Category: Review (Page 2 of 102)

The Spirit Engineer by A.J. West

3.5 out of 5 stars

A copy of this was provided free of charge from the publisher in return for an honest review.

In Belfast in 1914, there is an added interest in spiritualism again. More people than ever are attending seances again, with the hope of getting back in contact with loved ones who have since departed. William Crawford Jackson’s wife, Elizabeth, is one of those from high society who has a particular interest in this, hoping to get back into contact with her brother who was lost on the Titanic two years before.

He had discovered this by accident when he found a letter from the maid who has just left and he decides to follow Elizabeth to see where she is going. He sees her disappear into a house and notices a figure in the upstairs window looking down on him. It turns out that this is the famed medium, Kathleen Goligher. Jackson who is a Professor of Engineering is not particularly happy about this. He is very sceptical that it is real and dissuades Elizabeth from going to them again.

Money is tight in the house and his new textbook that the publisher thought would do well has sold poorly. He meets with a man at a party who persuades him to undertake some scientific research into mediums. His investigations become famous and he becomes known as the Spirit Engineer. However, will he prove one way or the other if these are genuine contacts with those now dead or just fraud…

I am not a great reader of Gothic melodramas, there is nothing wrong with them per se, it is just not my sort of thing, but I quite liked this. It is based on real events and people that West has used to create this story, adding to and embellishing the facts with a narrative that flows really well. The main character, William Crawford Jackson, is not particularly likeable, suffering as much from his own internal demons and vanity as he does from external pressure from society at that time. I don’t mind unlikeable characters in books as it makes for a more interesting story and it works in this book as the plot builds towards the end.

The Wheel by Jennifer Lane

4 out of 5 stars

A copy of this was provided free of charge from the publisher in return for an honest review.

Jennifer Lane had lots of opportunities ahead of her. She was an award-winning writer who had been published in many prestigious periodicals, but with this success came the many pressures of modern life. The relentless deadlines, long days and sometimes unbearable pressure. She thought she was coping, but one winter she reached a breaking point with the stress of everything.
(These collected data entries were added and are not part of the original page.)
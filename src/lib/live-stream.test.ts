import { QueryClient } from '@tanstack/react-query';
import { afterEach, describe, expect, it } from 'vitest';
import type { Run } from '../../shared/schemas/runs';
import { LiveSampleStore } from '../stores/live-samples';
import { useLiveRun } from '../stores/live-run';
import { STREAM_CLOSE } from '../../shared/schemas/stream';
import { applyStreamMessage } from './apply-stream-message';
import { LiveStream, type SocketLike } from './live-stream';
import { queryKeys } from './query-keys';

class FakeSocket implements SocketLike {
  readyState = 0;
  onopen: ((ev: unknown) => void) | null = null;
  onmessage: ((ev: { data: unknown }) => void) | null = null;
  onclose: ((ev: unknown) => void) | null = null;
  onerror: ((ev: unknown) => void) | null = null;
  sent: string[] = [];
  closed = false;
  constructor(readonly url: string) {}
  send(data: string) {
    this.sent.push(data);
  }
  close() {
    this.closed = true;
    this.readyState = 3;
  }
  open() {
    this.readyState = 1;
    this.onopen?.({});
  }
  emit(m: unknown) {
    this.onmessage?.({ data: JSON.stringify(m) });
  }
  drop(code = 1006, reason = '') {
    this.readyState = 3;
    this.onclose?.({ code, reason });
  }
}

function harness() {
  const sockets: FakeSocket[] = [];
  const timers: Array<{ cb: () => void; ms: number; cleared: boolean }> = [];
  const stream = new LiveStream({
    baseUrl: () => 'ws://bench.test/ws',
    createSocket: (url) => {
      const s = new FakeSocket(url);
      sockets.push(s);
      return s;
    },
    setTimer: (cb, ms) => {
      const t = { cb, ms, cleared: false };
      timers.push(t);
      return t;
    },
    clearTimer: (h) => {
      (h as { cleared: boolean }).cleared = true;
    },
    random: () => 0,
    initialBackoffMs: 500,
    maxBackoffMs: 4000,
  });
  const fireReconnect = () => {
    const t = timers.filter((x) => !x.cleared && x.ms < 5000).at(-1)!;
    t.cleared = true;
    t.cb();
    return t.ms;
  };
  return { stream, sockets, timers, fireReconnect };
}

const sample = (seq: number, value = 1) => ({ type: 'sample.received', seq, benchId: 'bench-1', device: 'pressure', value, unit: 'kPa', raw: `DP ${value}`, wallMs: 1000 + seq, runId: null });

afterEach(() => useLiveRun.getState().reset());

describe('LiveStream', () => {
  it('connects on the first user, resumes after the last seq with growing backoff, and drops repeats', () => {
    const { stream, sockets, fireReconnect } = harness();
    const seen: number[] = [];
    stream.subscribe((m) => seen.push(m.seq));
    const release = stream.acquire();
    expect(sockets[0]!.url).toBe('ws://bench.test/ws');
    sockets[0]!.open();
    sockets[0]!.emit({ type: 'stream.opened', seq: 0, latestSeq: 0, heartbeatMs: 10_000, epoch: 'e1' });
    sockets[0]!.emit(sample(1));
    sockets[0]!.emit(sample(2));
    sockets[0]!.drop();
    expect(stream.getStatus()).toBe('reconnecting');
    expect(fireReconnect()).toBe(500);
    expect(sockets[1]!.url).toBe('ws://bench.test/ws?since=2&epoch=e1');
    sockets[1]!.drop();
    expect(fireReconnect()).toBe(1000);
    expect(sockets[2]!.url).toBe('ws://bench.test/ws?since=2&epoch=e1');
    sockets[2]!.open();
    expect(stream.getStatus()).toBe('open');
    sockets[2]!.emit(sample(2));
    sockets[2]!.emit(sample(3));
    expect(seen).toEqual([0, 1, 2, 3]);
    release();
    expect(sockets[2]!.closed).toBe(true);
    expect(stream.getStatus()).toBe('closed');
  });

  it('re-sends the watched run after a reconnect and ignores messages outside the contract', () => {
    const { stream, sockets, fireReconnect } = harness();
    stream.acquire();
    stream.watch('run-1');
    sockets[0]!.open();
    expect(sockets[0]!.sent.map((s) => JSON.parse(s))).toEqual([{ type: 'watch', runId: 'run-1' }]);
    sockets[0]!.emit({ type: 'sample.received', seq: 'x' });
    sockets[0]!.onmessage?.({ data: 'not json' });
    expect(stream.rejected).toBe(2);
    sockets[0]!.drop();
    fireReconnect();
    sockets[1]!.open();
    expect(JSON.parse(sockets[1]!.sent[0]!)).toEqual({ type: 'watch', runId: 'run-1' });
  });

  it('reconnects when heartbeats stop', () => {
    const { stream, sockets, timers } = harness();
    stream.acquire();
    sockets[0]!.open();
    sockets[0]!.emit({ type: 'stream.opened', seq: 0, latestSeq: 5, heartbeatMs: 1000, epoch: 'e1' });
    const hb = timers.filter((t) => !t.cleared && t.ms === 2500).at(-1)!;
    hb.cb();
    expect(sockets[0]!.closed).toBe(true);
    expect(stream.getStatus()).toBe('reconnecting');
  });

  it('after a server restart takes the new epoch and numbering from stream.reset and resumes in it', () => {
    const { stream, sockets, fireReconnect } = harness();
    const seen: string[] = [];
    stream.subscribe((m) => seen.push(`${m.type}@${m.seq}`));
    stream.acquire();
    sockets[0]!.open();
    sockets[0]!.emit({ type: 'stream.opened', seq: 40, latestSeq: 40, heartbeatMs: 10_000, epoch: 'old' });
    sockets[0]!.emit(sample(41));
    sockets[0]!.drop();
    fireReconnect();
    expect(sockets[1]!.url).toBe('ws://bench.test/ws?since=41&epoch=old');
    sockets[1]!.open();
    // The restarted server reserved numbers past everything the old one handed out.
    sockets[1]!.emit({ type: 'stream.opened', seq: 50_001, latestSeq: 50_001, heartbeatMs: 10_000, epoch: 'new' });
    sockets[1]!.emit({ type: 'stream.reset', seq: 50_001, epoch: 'new', fromSeq: 41, reason: 'epoch' });
    sockets[1]!.emit(sample(50_001)); // a repeat of the reset point: dropped
    sockets[1]!.emit(sample(50_002));
    expect(seen).toEqual(['stream.opened@40', 'sample.received@41', 'stream.opened@50001', 'stream.reset@50001', 'sample.received@50002']);
    sockets[1]!.drop();
    fireReconnect();
    expect(sockets[2]!.url).toBe('ws://bench.test/ws?since=50002&epoch=new');
  });

  it('stops reconnecting and keeps the reason when the server ends the session (4401)', () => {
    const { stream, sockets, timers } = harness();
    stream.acquire();
    sockets[0]!.open();
    sockets[0]!.emit({ type: 'stream.opened', seq: 0, latestSeq: 0, heartbeatMs: 10_000, epoch: 'e1' });
    const pending = timers.filter((t) => !t.cleared).length;
    sockets[0]!.drop(STREAM_CLOSE.sessionEnded, 'Signed out: your role changed; sign in again');
    expect(stream.getStatus()).toBe('signed-out');
    expect(stream.getNotice()).toBe('Signed out: your role changed; sign in again');
    // No reconnect was scheduled (only the heartbeat timer was cleared).
    expect(timers.filter((t) => !t.cleared && t.ms < 5000).length).toBe(0);
    expect(timers.length).toBe(pending);
    expect(sockets.length).toBe(1);
  });

  it('keeps reconnecting, with the reason shown, when the account has too many connections (4429)', () => {
    const { stream, sockets, fireReconnect } = harness();
    stream.acquire();
    sockets[0]!.open();
    sockets[0]!.drop(STREAM_CLOSE.tooManyConnections, 'Too many live connections for this account (at most 10); close another tab');
    expect(stream.getStatus()).toBe('reconnecting');
    expect(stream.getNotice()).toMatch(/Too many live connections/);
    fireReconnect();
    sockets[1]!.open();
    expect(stream.getStatus()).toBe('open');
    expect(stream.getNotice()).toBeNull();
  });

  it('doubles the reconnect delay on each failure up to its cap, and starts again after an open', () => {
    const { stream, sockets, fireReconnect } = harness();
    stream.acquire();
    const delays: number[] = [];
    for (let i = 0; i < 6; i++) {
      sockets.at(-1)!.drop();
      delays.push(fireReconnect());
    }
    expect(delays).toEqual([500, 1000, 2000, 4000, 4000, 4000]);
    sockets.at(-1)!.open();
    sockets.at(-1)!.drop();
    expect(fireReconnect()).toBe(500);
  });
});

describe('applyStreamMessage', () => {
  const run = { id: 'r1', jobId: 'j1', kind: 'as-found', trim: null, status: 'running', unit: 'kPa', holdSeconds: 30, currentIndex: 0, results: null, modeCheck: null, startedAt: '', endedAt: null, points: [{ index: 0, nominalPct: 10, basis: 'flow', dpPct: 1, targetDp: 1, expectedMa: 5.6, approach: 'up', window: 0.5, state: 'approaching', flags: [], capture: null, warning: null }] } as Run;

  it('routes samples to the store (for the chosen bench only) and patches point states into the run cache', () => {
    const qc = new QueryClient();
    qc.setQueryData(queryKeys.run('r1'), run);
    const store = new LiveSampleStore(8, () => {});
    store.setBench('bench-1');
    applyStreamMessage(sample(1, 4.2) as never, qc, store);
    applyStreamMessage({ ...sample(2, 9), benchId: 'browser-x' } as never, qc, store);
    expect(store.rings.pressure.size).toBe(1);
    applyStreamMessage({ type: 'point.changed', seq: 3, runId: 'r1', index: 0, state: 'holding', flags: ['overshoot'], hold: { elapsedMs: 1000, requiredMs: 30_000 } }, qc, store);
    const after = qc.getQueryData<Run>(queryKeys.run('r1'))!;
    expect(after.points[0]!.state).toBe('holding');
    expect(after.points[0]!.flags).toEqual(['overshoot']);
    expect(useLiveRun.getState().hold).toMatchObject({ runId: 'r1', index: 0, elapsedMs: 1000, requiredMs: 30_000 });
  });

  it('re-reads the runs, the jobs and the bench over HTTP on stream.reset', () => {
    const qc = new QueryClient();
    qc.setQueryData(queryKeys.run('r1'), run);
    qc.setQueryData(queryKeys.jobs, []);
    qc.setQueryData(queryKeys.bench, {});
    applyStreamMessage({ type: 'stream.reset', seq: 9, epoch: 'e2', fromSeq: 3, reason: 'epoch' }, qc, new LiveSampleStore(4, () => {}));
    expect(qc.getQueryState(queryKeys.run('r1'))!.isInvalidated).toBe(true);
    expect(qc.getQueryState(queryKeys.jobs)!.isInvalidated).toBe(true);
    expect(qc.getQueryState(queryKeys.bench)!.isInvalidated).toBe(true);
  });

  it('keeps a leak warning with its rate and drops the hold', () => {
    const qc = new QueryClient();
    useLiveRun.getState().pointChanged({ runId: 'r1', index: 0, state: 'holding', hold: { elapsedMs: 5000, requiredMs: 30_000 } });
    applyStreamMessage({ type: 'run.warned', seq: 4, runId: 'r1', index: 0, kind: 'leak', message: 'Pressure falling', ratePctSpanPerMin: 0.8 }, qc, new LiveSampleStore(4, () => {}));
    const s = useLiveRun.getState();
    expect(s.hold).toBeNull();
    expect(s.warnings).toEqual([expect.objectContaining({ kind: 'leak', ratePctSpanPerMin: 0.8, message: 'Pressure falling' })]);
    qc.setQueryData(queryKeys.run('r1'), run);
    const capture = {
      appliedDp: 1.001, appliedDpSd: 0.001, measuredMa: 5.6, measuredMaSd: 0.001, n: 20, startMs: 1, endMs: 2, leakRatePctSpanPerMin: null,
      manualReason: 'steady by eye', capturedBy: 'tech@example.test', by: { kind: 'user' as const, benchId: 'bench-1', user: { id: 'u1', email: 'tech@example.test' } },
    };
    applyStreamMessage({ type: 'point.captured', seq: 5, runId: 'r1', benchId: 'bench-1', index: 0, manual: true, flags: ['manual'], capture }, qc, new LiveSampleStore(4, () => {}));
    expect(useLiveRun.getState().warnings).toEqual([]);
    // The stored capture reaches the run cache with the message itself.
    const p = qc.getQueryData<Run>(queryKeys.run('r1'))!.points[0]!;
    expect(p).toMatchObject({ state: 'captured', flags: ['manual'], capture });
  });
});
She knew what she had to do though and that was to take charge of her destiny once again. The day was the 21st of December, I know it as the winter solstice but for a witch, this was Yule; the fire season. Her current life needed to go. Into the cauldron went the lists of things to do, notes for projects and other papers and she lit it. As they burnt, the white paper turning to black ash, a weight was lifted from her.

This was only the start though, she was going to rediscover the solace and purpose that witchcraft had given her as a teenager. She would follow the ritual from the Wheel of the Year that divides the regular calendar year into eight and is focused around the solstices and equinoxes. It is a system that seeks to find balance and harmony with the natural world and her body was yearning for it.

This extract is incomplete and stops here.